MATERIAL FOR THIS EXERCISE START
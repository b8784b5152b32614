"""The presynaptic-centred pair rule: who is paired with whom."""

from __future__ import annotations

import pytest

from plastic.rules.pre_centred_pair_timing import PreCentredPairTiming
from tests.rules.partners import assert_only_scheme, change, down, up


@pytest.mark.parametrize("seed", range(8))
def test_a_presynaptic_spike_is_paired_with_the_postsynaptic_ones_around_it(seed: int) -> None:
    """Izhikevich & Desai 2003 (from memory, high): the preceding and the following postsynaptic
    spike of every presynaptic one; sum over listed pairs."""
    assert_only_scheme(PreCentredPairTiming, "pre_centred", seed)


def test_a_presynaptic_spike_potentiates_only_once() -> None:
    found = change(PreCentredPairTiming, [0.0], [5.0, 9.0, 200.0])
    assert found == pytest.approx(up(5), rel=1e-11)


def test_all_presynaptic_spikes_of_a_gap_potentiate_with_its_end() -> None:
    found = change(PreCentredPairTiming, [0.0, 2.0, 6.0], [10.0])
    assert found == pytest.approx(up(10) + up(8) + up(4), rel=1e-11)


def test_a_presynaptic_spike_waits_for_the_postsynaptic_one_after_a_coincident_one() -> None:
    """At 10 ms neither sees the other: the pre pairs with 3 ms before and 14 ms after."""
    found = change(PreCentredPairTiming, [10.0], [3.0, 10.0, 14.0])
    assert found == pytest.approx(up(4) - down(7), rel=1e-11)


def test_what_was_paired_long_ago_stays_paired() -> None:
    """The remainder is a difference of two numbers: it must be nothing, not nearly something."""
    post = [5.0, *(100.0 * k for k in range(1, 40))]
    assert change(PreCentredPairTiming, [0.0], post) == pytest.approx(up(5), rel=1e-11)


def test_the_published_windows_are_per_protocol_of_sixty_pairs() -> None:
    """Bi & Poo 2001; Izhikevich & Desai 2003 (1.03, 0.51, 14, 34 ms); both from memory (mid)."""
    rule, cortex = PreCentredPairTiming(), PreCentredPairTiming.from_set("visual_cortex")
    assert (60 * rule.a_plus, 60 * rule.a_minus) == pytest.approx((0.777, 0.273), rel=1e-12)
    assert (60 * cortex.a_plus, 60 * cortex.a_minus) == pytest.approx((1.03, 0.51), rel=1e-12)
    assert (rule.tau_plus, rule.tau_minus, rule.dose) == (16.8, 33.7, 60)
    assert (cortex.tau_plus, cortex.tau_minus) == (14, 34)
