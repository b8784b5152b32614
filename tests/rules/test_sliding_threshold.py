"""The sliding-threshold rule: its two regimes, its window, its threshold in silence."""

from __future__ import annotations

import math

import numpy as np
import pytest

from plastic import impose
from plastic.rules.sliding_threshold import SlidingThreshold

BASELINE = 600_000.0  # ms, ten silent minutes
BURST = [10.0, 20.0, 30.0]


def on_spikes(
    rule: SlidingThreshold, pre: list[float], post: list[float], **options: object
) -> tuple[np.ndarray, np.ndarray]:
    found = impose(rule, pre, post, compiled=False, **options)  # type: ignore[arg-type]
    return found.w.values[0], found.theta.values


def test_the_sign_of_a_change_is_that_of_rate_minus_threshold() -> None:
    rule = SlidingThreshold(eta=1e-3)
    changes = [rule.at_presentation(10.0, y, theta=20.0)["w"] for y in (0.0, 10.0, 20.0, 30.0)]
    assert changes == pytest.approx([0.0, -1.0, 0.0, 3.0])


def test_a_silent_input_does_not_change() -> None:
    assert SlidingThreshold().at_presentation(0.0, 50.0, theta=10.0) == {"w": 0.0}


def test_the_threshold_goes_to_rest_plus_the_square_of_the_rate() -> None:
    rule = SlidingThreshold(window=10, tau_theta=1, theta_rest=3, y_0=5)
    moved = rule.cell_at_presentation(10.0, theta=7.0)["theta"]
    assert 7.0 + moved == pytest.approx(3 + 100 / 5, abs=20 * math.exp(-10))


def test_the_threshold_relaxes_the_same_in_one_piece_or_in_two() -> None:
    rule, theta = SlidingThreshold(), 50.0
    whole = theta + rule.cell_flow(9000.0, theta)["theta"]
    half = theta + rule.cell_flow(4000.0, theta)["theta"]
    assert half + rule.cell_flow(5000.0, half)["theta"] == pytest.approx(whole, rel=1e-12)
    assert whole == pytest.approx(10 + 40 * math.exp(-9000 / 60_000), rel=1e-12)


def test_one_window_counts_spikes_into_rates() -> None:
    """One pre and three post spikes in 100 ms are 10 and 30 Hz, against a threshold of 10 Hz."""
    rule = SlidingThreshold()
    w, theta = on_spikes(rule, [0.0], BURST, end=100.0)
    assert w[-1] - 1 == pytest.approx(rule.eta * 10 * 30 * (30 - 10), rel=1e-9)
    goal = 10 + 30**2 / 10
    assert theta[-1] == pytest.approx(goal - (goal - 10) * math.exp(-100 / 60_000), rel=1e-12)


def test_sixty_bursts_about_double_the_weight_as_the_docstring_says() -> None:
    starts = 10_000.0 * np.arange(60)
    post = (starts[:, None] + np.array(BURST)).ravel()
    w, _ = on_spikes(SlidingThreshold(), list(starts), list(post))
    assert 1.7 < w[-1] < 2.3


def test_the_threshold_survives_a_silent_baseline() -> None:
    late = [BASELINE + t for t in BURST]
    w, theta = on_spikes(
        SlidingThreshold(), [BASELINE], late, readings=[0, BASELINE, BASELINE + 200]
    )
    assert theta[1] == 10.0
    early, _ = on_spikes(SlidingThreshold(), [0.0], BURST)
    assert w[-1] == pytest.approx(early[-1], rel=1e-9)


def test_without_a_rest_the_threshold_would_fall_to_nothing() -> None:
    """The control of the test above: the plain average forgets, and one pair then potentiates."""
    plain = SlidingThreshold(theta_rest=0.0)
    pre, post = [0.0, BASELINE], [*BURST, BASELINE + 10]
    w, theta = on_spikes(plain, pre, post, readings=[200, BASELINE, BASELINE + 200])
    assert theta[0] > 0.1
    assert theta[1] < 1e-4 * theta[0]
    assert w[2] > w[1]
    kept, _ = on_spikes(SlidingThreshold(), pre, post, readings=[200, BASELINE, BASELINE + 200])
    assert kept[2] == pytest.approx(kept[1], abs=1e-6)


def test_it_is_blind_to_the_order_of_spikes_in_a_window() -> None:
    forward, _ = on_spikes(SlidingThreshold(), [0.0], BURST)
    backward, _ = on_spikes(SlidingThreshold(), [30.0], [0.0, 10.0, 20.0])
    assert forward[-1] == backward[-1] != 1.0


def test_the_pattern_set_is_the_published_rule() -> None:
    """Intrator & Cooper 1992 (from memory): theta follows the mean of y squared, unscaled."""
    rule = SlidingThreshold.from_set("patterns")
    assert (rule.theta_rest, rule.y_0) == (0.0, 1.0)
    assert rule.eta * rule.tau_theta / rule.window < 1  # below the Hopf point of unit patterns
MATERIAL FOR THIS EXERCISE END
Pull every line containing "rules" out of the data above.

TASK OUTPUT:
from plastic.rules.pre_centred_pair_timing import PreCentredPairTiming
from tests.rules.partners import assert_only_scheme, change, down, up
filename tests/rules/test_sliding_threshold.py
from plastic.rules.sliding_threshold import SlidingThreshold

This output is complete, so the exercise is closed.